In the entries below, which lines run from the one containing "filename src/TeachServe.Server/Infrastructure/ProjectScope.cs" to the one containing "using TeachServe.Server.Versions;"? Copy exactly those lines, ends included, and no others.

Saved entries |
***
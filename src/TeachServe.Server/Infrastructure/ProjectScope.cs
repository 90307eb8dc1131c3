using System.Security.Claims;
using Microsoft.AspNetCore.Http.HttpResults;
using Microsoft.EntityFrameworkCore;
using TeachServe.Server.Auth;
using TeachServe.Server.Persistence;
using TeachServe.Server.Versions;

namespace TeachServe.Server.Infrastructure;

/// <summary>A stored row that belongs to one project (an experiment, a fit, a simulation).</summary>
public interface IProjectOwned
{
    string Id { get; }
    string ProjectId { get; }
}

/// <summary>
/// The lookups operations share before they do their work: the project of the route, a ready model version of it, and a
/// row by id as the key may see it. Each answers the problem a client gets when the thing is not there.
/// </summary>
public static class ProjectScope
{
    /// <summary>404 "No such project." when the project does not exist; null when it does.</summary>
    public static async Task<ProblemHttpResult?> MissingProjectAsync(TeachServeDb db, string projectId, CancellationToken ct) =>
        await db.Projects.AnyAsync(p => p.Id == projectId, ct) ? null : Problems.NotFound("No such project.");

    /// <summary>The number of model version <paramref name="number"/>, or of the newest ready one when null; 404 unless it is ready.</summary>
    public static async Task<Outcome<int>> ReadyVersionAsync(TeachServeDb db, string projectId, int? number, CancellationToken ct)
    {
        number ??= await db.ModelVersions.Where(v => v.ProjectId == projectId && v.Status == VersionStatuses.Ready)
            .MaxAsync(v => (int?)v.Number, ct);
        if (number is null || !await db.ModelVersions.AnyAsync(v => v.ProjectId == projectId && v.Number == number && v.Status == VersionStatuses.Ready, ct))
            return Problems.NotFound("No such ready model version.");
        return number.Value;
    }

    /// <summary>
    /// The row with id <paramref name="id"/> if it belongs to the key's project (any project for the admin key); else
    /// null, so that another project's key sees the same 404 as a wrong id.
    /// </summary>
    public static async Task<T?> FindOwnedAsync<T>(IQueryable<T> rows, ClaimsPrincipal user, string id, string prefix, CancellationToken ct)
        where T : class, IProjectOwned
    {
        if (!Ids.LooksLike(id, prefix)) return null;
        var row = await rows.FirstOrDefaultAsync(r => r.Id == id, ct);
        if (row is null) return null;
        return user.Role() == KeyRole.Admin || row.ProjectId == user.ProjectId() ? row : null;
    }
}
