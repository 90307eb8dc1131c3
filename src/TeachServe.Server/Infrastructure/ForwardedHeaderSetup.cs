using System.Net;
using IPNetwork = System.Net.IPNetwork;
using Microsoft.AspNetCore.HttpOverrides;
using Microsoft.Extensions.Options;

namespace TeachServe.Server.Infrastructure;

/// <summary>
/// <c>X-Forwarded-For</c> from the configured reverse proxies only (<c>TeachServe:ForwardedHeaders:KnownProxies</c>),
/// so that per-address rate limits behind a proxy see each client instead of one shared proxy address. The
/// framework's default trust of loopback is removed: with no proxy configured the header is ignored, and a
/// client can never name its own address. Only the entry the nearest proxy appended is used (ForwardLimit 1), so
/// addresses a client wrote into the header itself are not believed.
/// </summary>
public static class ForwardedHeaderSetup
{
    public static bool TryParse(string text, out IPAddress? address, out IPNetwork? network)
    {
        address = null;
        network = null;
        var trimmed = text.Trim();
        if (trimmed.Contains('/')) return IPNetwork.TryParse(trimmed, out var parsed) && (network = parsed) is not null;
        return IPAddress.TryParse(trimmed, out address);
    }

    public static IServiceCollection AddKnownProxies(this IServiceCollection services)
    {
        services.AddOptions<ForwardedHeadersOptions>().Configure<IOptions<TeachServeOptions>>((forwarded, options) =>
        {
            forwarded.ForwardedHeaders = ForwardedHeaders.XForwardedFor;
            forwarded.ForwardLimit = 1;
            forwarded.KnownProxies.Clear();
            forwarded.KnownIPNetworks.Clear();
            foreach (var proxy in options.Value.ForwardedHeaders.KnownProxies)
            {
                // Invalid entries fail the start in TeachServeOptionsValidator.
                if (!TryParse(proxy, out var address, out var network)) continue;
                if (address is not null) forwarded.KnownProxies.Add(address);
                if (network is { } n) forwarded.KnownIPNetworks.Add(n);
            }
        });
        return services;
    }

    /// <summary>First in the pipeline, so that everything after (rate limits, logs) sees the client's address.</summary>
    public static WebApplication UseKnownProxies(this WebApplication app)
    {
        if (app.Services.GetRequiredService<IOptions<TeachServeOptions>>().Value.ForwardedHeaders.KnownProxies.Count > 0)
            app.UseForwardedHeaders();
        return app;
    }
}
***
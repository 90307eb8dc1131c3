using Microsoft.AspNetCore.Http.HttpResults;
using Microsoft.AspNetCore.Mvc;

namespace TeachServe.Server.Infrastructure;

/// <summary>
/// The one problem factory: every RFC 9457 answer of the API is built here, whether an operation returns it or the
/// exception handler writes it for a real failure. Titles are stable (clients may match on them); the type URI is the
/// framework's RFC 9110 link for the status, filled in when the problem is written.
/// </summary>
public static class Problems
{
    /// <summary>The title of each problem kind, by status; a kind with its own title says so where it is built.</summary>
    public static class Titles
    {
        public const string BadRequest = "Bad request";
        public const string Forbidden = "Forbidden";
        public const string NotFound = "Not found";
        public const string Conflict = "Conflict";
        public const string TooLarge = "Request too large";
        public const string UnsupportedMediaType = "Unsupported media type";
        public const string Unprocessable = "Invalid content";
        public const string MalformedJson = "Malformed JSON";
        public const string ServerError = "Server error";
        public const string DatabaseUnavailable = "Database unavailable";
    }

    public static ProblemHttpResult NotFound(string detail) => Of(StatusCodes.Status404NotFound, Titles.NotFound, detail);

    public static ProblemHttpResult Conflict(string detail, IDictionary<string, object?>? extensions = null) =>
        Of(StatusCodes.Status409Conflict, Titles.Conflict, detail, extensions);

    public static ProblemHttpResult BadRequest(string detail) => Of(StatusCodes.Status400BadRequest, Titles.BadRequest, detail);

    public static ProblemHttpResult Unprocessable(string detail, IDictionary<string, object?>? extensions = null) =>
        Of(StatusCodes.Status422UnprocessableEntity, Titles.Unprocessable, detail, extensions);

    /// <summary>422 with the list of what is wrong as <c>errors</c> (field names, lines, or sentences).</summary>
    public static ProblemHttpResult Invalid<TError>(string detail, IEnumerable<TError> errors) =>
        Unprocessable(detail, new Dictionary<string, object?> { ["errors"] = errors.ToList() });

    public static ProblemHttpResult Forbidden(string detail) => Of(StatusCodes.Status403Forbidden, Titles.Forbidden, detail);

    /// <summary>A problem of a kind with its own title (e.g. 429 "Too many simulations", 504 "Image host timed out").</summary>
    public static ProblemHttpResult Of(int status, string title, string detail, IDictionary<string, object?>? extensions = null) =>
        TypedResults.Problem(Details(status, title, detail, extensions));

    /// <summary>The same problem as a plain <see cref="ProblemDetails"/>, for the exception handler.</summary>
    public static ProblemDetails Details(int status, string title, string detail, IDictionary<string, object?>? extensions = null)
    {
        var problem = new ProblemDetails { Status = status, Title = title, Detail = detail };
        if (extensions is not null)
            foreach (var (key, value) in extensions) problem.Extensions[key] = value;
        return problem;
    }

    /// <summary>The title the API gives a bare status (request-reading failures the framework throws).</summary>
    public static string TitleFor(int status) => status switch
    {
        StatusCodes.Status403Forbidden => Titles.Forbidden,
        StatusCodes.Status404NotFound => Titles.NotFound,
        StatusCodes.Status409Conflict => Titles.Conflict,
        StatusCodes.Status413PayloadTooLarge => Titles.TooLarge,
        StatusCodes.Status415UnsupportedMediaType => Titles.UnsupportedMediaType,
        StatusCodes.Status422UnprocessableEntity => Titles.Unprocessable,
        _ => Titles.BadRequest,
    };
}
***
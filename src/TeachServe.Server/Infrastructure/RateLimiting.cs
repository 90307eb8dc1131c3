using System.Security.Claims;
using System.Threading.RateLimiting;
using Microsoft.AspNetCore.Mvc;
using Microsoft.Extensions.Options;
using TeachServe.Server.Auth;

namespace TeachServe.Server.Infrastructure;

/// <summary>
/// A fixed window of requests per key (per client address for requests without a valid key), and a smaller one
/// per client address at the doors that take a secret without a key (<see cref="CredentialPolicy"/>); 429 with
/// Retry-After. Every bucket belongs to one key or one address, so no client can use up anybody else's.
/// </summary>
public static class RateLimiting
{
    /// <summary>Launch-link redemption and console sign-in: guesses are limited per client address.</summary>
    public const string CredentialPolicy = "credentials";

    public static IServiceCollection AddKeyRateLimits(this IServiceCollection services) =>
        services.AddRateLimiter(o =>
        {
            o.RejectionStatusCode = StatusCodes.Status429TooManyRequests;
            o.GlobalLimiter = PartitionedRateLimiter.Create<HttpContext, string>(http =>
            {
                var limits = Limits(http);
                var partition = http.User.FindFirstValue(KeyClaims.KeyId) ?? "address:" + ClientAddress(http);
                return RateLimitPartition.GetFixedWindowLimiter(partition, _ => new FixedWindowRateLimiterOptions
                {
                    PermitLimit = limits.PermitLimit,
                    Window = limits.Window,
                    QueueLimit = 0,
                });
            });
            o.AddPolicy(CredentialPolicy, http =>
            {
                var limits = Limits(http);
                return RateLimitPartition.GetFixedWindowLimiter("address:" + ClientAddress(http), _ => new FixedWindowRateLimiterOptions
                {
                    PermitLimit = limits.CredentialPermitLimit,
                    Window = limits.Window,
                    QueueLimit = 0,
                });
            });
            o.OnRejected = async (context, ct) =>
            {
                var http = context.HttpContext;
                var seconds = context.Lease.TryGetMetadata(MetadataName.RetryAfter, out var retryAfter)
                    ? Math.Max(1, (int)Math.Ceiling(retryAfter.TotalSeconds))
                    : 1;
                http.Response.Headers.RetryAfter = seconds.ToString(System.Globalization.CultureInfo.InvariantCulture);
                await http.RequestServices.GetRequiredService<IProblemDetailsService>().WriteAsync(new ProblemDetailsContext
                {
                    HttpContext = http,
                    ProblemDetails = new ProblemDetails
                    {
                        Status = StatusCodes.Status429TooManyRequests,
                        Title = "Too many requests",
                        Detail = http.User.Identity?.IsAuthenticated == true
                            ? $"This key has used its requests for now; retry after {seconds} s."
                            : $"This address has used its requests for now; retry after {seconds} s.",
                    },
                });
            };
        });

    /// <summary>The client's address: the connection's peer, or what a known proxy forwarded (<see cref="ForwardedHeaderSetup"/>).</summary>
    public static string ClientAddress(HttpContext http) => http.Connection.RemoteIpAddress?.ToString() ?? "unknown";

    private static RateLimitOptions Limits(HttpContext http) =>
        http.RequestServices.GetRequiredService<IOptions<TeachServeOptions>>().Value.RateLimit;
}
***
Response below |
filename src/TeachServe.Server/Infrastructure/ProjectScope.cs
repository 90307eb8dc1131c3
using System.Security.Claims;
using Microsoft.AspNetCore.Http.HttpResults;
using Microsoft.EntityFrameworkCore;
using TeachServe.Server.Auth;
using TeachServe.Server.Persistence;
using TeachServe.Server.Versions;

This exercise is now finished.